Detailed Description

Function Documentation

subroutine chpmv (character uplo, integer n, complex alpha, complex,dimension() ap, complex, dimension() x, integer incx, complex beta,complex, dimension(*) y, integer incy)

CHPMV

Purpose:

CHPMV performs the matrix-vector operation

y := alpha*A*x + beta*y,

where alpha and beta are scalars, x and y are n element vectors and
A is an n by n hermitian matrix, supplied in packed form.

Parameters

UPLO

UPLO is CHARACTER*1
On entry, UPLO specifies whether the upper or lower
triangular part of the matrix A is supplied in the packed
array AP as follows:

UPLO = ’U’ or ’u’ The upper triangular part of A is
supplied in AP.

UPLO = ’L’ or ’l’ The lower triangular part of A is
supplied in AP.

N is INTEGER
On entry, N specifies the order of the matrix A.
N must be at least zero.

ALPHA

ALPHA is COMPLEX
On entry, ALPHA specifies the scalar alpha.

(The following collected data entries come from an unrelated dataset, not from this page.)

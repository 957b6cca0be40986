"""Address rate windows for requests without a valid key, what health tells strangers,
credentials in URLs, and the dashboard's security headers, through the test client."""
import dataclasses

import pytest

from jobs import accounts

WRONG = {"Authorization": "Bearer slk_00000000_" + "A" * 43}


@pytest.fixture
def keyed(settings, store):
    from service import create_app

    s = dataclasses.replace(settings, auth_mode="keys", rate_limit=1000, address_rate_limit=5)
    app = create_app(s, store=store)
    _, key = accounts.create_key(store.r, store.keys, "ana")
    return app, {"Authorization": f"Bearer {key}"}


def test_wrong_keys_are_rate_limited_per_address(keyed):
    app, good = keyed
    c = app.test_client()
    codes = [c.get("/v1/jobs", headers=WRONG).status_code for _ in range(8)]
    assert codes[:5] == [401] * 5 and codes[5:] == [429] * 3
    r = c.get("/v1/jobs", headers=WRONG)
    assert r.mimetype == "application/problem+json" and int(r.headers["Retry-After"]) >= 1
    # A valid key is not held back by its address's window.
    assert c.get("/v1/jobs", headers=good).status_code == 200


def test_requests_without_any_key_count_too(keyed):
    app, _ = keyed
    c = app.test_client()
    codes = [c.get("/v1/jobs").status_code for _ in range(6)]
    assert codes == [401] * 5 + [429]
    assert c.get("/v1/health").status_code == 429  # public paths count in the same window
    assert app.test_client().get("/v1/health", headers=keyed[1]).status_code == 200  # not with a key


def test_a_valid_key_does_not_spend_the_address_window(keyed):
    app, good = keyed
    c = app.test_client()
    assert all(c.get("/v1/jobs", headers=good).status_code == 200 for _ in range(10))
    assert c.get("/v1/jobs", headers=WRONG).status_code == 401


def test_a_forwarded_for_header_from_a_tcp_client_is_ignored(keyed):
    app, _ = keyed
    c = app.test_client()
    codes = [c.get("/v1/jobs", headers={**WRONG, "X-Forwarded-For": f"10.0.0.{i}"}).status_code
             for i in range(6)]
    assert codes[-1] == 429  # one window: the peer address, whatever the header claims


def test_behind_the_front_each_forwarded_address_has_its_own_window(keyed):
    app, _ = keyed
    c = app.test_client()
    unix = {"REMOTE_ADDR": ""}  # a request over the front's unix socket has no peer address
    for _ in range(5):
        c.get("/v1/jobs", headers={**WRONG, "X-Forwarded-For": "10.0.0.1"}, environ_overrides=unix)
    assert c.get("/v1/jobs", headers={**WRONG, "X-Forwarded-For": "10.0.0.1"},
                 environ_overrides=unix).status_code == 429
    assert c.get("/v1/jobs", headers={**WRONG, "X-Forwarded-For": "10.0.0.2"},
                 environ_overrides=unix).status_code == 401


def test_health_shows_worker_hosts_only_to_a_key(keyed, store):
    app, good = keyed
    store.worker_beat("stifflane-4242@labhost", {"name": "stifflane-4242@labhost", "host": "labhost",
                                                  "pid": 4242})
    c = app.test_client()
    anon = c.get("/v1/health")
    assert anon.status_code == 200
    body = anon.get_json()
    assert body["worker_count"] >= 1 and "workers" not in body
    assert b"labhost" not in anon.data and b"4242" not in anon.data
    mine = c.get("/v1/health", headers=good).get_json()
    assert any(w.get("host") == "labhost" for w in mine["workers"]) and mine["worker_count"] >= 1


@pytest.mark.parametrize("param", ["key", "api_key", "KEY", "Key", "auth", "bearer", "token",
                                   "access-token", "access_token", "password", "apiKey", "X-API-KEY",
                                   "secret", "session_id"])
@pytest.mark.parametrize("path", ["/v1/jobs", "/v1/health", "/v1/openapi.json", "/"])
def test_any_credential_like_query_parameter_is_refused(keyed, param, path):
    app, good = keyed
    r = app.test_client().get(f"{path}?{param}=x", headers=good)
    assert r.status_code == 400 and r.get_json()["type"].endswith("key-in-url")


def test_a_key_under_an_innocent_name_is_refused_too(keyed):
    app, good = keyed
    key = good["Authorization"].split()[1]
    assert app.test_client().get(f"/v1/jobs?q={key}", headers=good).status_code == 400


def test_the_api_own_query_parameters_pass(keyed):
    app, good = keyed
    c = app.test_client()
    assert c.get("/v1/jobs?state=queued&limit=5", headers=good).status_code == 200
    assert c.get("/v1/jobs?cursor=", headers=good).status_code in (200, 400)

AP is COMPLEX array, dimension at least
( ( n*( n + 1 ) )/2 ).
Before entry with UPLO = ’U’ or ’u’, the array AP must
contain the upper triangular part of the hermitian matrix
packed sequentially, column by column, so that AP( 1 )
contains a( 1, 1 ), AP( 2 ) and AP( 3 ) contain a( 1, 2 )
and a( 2, 2 ) respectively, and so on.
Before entry with UPLO = ’L’ or ’l’, the array AP must
contain the lower triangular part of the hermitian matrix
packed sequentially, column by column, so that AP( 1 )
contains a( 1, 1 ), AP( 2 ) and AP( 3 ) contain a( 2, 1 )
and a( 3, 1 ) respectively, and so on.
Note that the imaginary parts of the diagonal elements need
not be set and are assumed to be zero.

X is COMPLEX array, dimension at least
( 1 + ( n - 1 )*abs( INCX ) ).
Before entry, the incremented array X must contain the n
element vector x.

INCX

INCX is INTEGER
On entry, INCX specifies the increment for the elements of
X. INCX must not be zero.

BETA

BETA is COMPLEX
On entry, BETA specifies the scalar beta. When BETA is
supplied as zero then Y need not be set on input.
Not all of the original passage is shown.